British playwright and TV writer Alan Bennett once complained that film directors confuse moviemaking with generalship, and thus fail to see his screenplays as "ready-made movie material" - since in his scripts, "the infantry is recruited from aunties, and wheelchairs make up the armored division." His first produced screenplay, "A Private Function" (1984), about a pig and a bloke, proved to be prime British comedy on the hoof. The plot is a Jonathan Swiftie.
It's set in 1947, when postwar food rationing is at its fiercest. Three Yorkshire professional men (Denholm Elliott, Richard Griffiths, and John Normington) plan a celebration banquet for the impending royal wedding of Prince Philip and Princess Elizabeth. The only way they can furnish a proper feast is to buy an unlicensed pig named Betty and fatten her up in secret, under the all-seeing eye of a sinister Ministry of Food inspector (Bill Paterson).
What they don't count on is the intervention of chiropodist Michael Palin, who pays a house call to the pigkeeper's farm and ends up playing Androcles to the porker, relieving Betty of a painful splinter and ultimately pignapping her.
Bennett has a wicked sense of how all our advanced-primate itches - whether for food or affection, tradition or glory - simply demand to be scratched, no matter what the circumstances.

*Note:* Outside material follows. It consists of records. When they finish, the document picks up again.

static void put_names_and_number(struct parts *parts)
{
    const struct sentence_view *view = parts->view;
    char district[FACT_ID_SIZE];
    char name[PART_SIZE];
    char number[24];
    char number4[24];
    sentence_plain_name(view->settings->district_name, district, SENTENCE_DISTRICT_MOST + 1);
    for (char *letter = district; *letter != '\0'; letter++)
        if (*letter >= 'a' && *letter <= 'z')
            *letter = (char)(*letter - 'a' + 'A');
    sentence_plain_name(view->known->name, name, sizeof name - 8);
    snprintf(number, sizeof number, "%lld", (long long)view->number);
    snprintf(number4, sizeof number4, "%04lld", (long long)view->number);
    const struct sentence_field fields[] = {
        {"district", district}, {"place", name}, {"number", number}, {"number4", number4}, {0}};
    put_both(parts, PART_SENDER, SHORT_SENDER, SHORT_SENDER_BRIEF, fields);
    put_both(parts, PART_PLACE, SHORT_PLACE, SHORT_PLACE, fields);
    if (view->number > 0) {
        put_both(parts, PART_NUMBER, SHORT_NUMBER, SHORT_NUMBER, fields);
        if (view->after.level != ADVICE_QUIET)
            put(parts, PART_HINT, SHORT_HINT, fields);
    }
    snprintf(parts->full[PART_CAUTION], PART_SIZE, "%s%s", view->number > 0 ? " " : "", SENTENCE_CAUTION_SHORT);
}

static size_t length_of(const char *const chosen[PART_COUNT])
{
    size_t length = 0;
    for (size_t part = 0; part < PART_COUNT; part++)
        length += strlen(chosen[part]);
    return length;
}

/* The name gives way last: cut by as much as the rest leaves no room for, the full stop kept. */
static void cut_place(char *place, size_t excess)
{
    size_t length = strlen(place);
    size_t name = length > 2 ? length - 2 : 0;
    size_t kept = name > excess ? name - excess : 0;
    while (kept > 0 && place[kept - 1] == ' ')
        kept--;
    memcpy(place + kept, ". ", sizeof ". ");
}

static void join(struct parts *parts, char text_out[FACT_SHORT_SIZE])
{
    const enum part by_need[] = {
        PART_DECK,   PART_SENDER, PART_HINT,    PART_RESTS, PART_ACT_BY, parts->asks_more ? PART_WHAT : PART_HAND,
        PART_HAND,   PART_BEYOND, PART_CAUTION, PART_ALSO,  PART_WHAT,   PART_NEXT_LOOK,
        PART_TRIGGER};
    const char *chosen[PART_COUNT];
    for (size_t part = 0; part < PART_COUNT; part++)
        chosen[part] = parts->brief[part];
    size_t length = length_of(chosen);
    if (length > ROOM)
        cut_place(parts->brief[PART_PLACE], length - ROOM);
    length = length_of(chosen);
    for (size_t i = 0; i < sizeof by_need / sizeof by_need[0]; i++) {
        enum part part = by_need[i];
        size_t with = length - strlen(chosen[part]) + strlen(parts->full[part]);
        if (parts->full[part][0] != '\0' && with <= ROOM) {
            chosen[part] = parts->full[part];
            length = with;
        }
    }
    size_t written = 0;
    for (size_t part = 0; part < PART_COUNT; part++)
        for (const char *byte = chosen[part]; *byte != '\0' && written < ROOM; byte++)
            text_out[written++] = *byte;
    while (written > 0 && text_out[written - 1] == ' ')
        written--;
    text_out[written] = '\0';
}

void sentence_short(const struct settings *settings, const struct picture *picture, const struct decision *decision,
                    char text_out[FACT_SHORT_SIZE])
{
    struct sentence_view view = {0};
    text_out[0] = '\0';
    if (!sentence_view_open(settings, picture, decision, &view))
        return;
    struct parts parts = {.view = &view};
    put_names_and_number(&parts);
    put_what(&parts);
    put_also(&parts);
    if (is_on_ladder(view.after.level)) {
        put_deck(&parts);
        put_act_by(&parts);
        put_rests(&parts);
    } else {
        put_shut(&parts);
    }
    join(&parts, text_out);
    sentence_view_clear(&view);
}

/* --- one line per change --- */

static void add(struct text *line, const struct sentence_view *view, enum sentence_id id,
                const struct sentence_field *fields)
{
    sentence_fill(line, view->words->text[id], fields);
}

static void add_act_by(struct text *line, const struct sentence_view *view, const struct sentence_field *fields)
{
    if (!is_on_ladder(view->after.level) || view->after.level == ADVICE_QUIET)
        return;
    if (view->after.act_by_utc_s == PASSAGE_NEVER)
        add(line, view, CHANGE_NO_ACT_BY, fields);
    else
        add(line, view, act_by_moved(view) ? CHANGE_ACT_BY_WAS : CHANGE_ACT_BY, fields);
}

/* In the words of the text message, without its closing full stop. */
static void add_rests(struct text *line, struct sentence_view *view)
{
    struct parts parts = {.view = view};
    if (is_on_ladder(view->after.level))
        put_rests(&parts);
    else
        put_shut(&parts);
    char *rests = parts.full[PART_RESTS];
    size_t length = strlen(rests);
    while (length > 0 && (rests[length - 1] == ' ' || rests[length - 1] == '.'))
        rests[--length] = '\0';
    if (length > 0)
        text_add(line, ". %s", rests);
}

void sentence_change(const struct settings *settings, const struct picture *picture, const struct decision *decision,
                     struct text *line_out)
{
    struct sentence_view view = {0};
    if (!sentence_view_open(settings, picture, decision, &view))
        return;
    char time[SENTENCE_MOMENT_SIZE];
    char place[SENTENCE_WORDS_SIZE];
    char act_by[SENTENCE_MOMENT_SIZE];
    char was[SENTENCE_MOMENT_SIZE];
    char deck_times[3][SENTENCE_MOMENT_SIZE] = {"-", "-", "-"};
    char number4[24];
    const struct passage *deck = sentence_deck(&view);
    if (deck != NULL) {
        sentence_moment(&view, deck->earliest_utc_s, deck_times[0]);
        sentence_moment(&view, deck->likely_utc_s, deck_times[1]);
        sentence_moment(&view, deck->latest_utc_s, deck_times[2]);
    }
    sentence_name(view.known->name, 60, place, sizeof place);
    snprintf(number4, sizeof number4, "%04lld", (long long)view.number);
    const struct sentence_field fields[] = {{"time", sentence_moment(&view, picture->as_of_utc_s, time)},
                                            {"place", place},
                                            {"before", view.words->level_word[view.before.level]},
                                            {"level", view.words->level_word[view.after.level]},
                                            {"act_by", sentence_moment(&view, view.after.act_by_utc_s, act_by)},
                                            {"was", sentence_moment(&view, view.before.told_act_by_utc_s, was)},
                                            {"earliest", deck_times[0]},
                                            {"likely", deck_times[1]},
                                            {"latest", deck_times[2]},
                                            {"number4", number4},
                                            {0}};
    add(line_out, &view, view.before.level == view.after.level ? CHANGE_SAME : CHANGE_STEP, fields);
    if (view.after.is_blind)
        add(line_out, &view, view.before.is_blind ? CHANGE_STILL_BLIND : CHANGE_NOW_BLIND, fields);
    else if (view.before.is_blind)
        add(line_out, &view, CHANGE_SEES_AGAIN, fields);
    if (view.after.near_sides_only)
        add(line_out, &view, CHANGE_NEAR_SIDES, fields);
    add_act_by(line_out, &view, fields);
    if (deck != NULL && deck->earliest_utc_s != PASSAGE_NEVER)
        add(line_out, &view, CHANGE_DECK, fields);
    add_rests(line_out, &view);
    if (view.number > 0)
        add(line_out, &view, CHANGE_NUMBER, fields);
    sentence_view_clear(&view);
}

And Malcolm Mowbray, the director, elicits savory performances. Maggie Smith gets more out of the chiropodist's wife than most actresses get out of Lady Macbeth. "It's not pork," she tells her husband, "it's power."
Liz (no relation) Smith is magnificently muddled as her mother, a woman who crosses the point when she can't trust her mind or body to keep hold of its contents. And Pete Postlethwaite had one of his first movie roles in this earthy farce: he deftly handles the small but significant part of a butcher.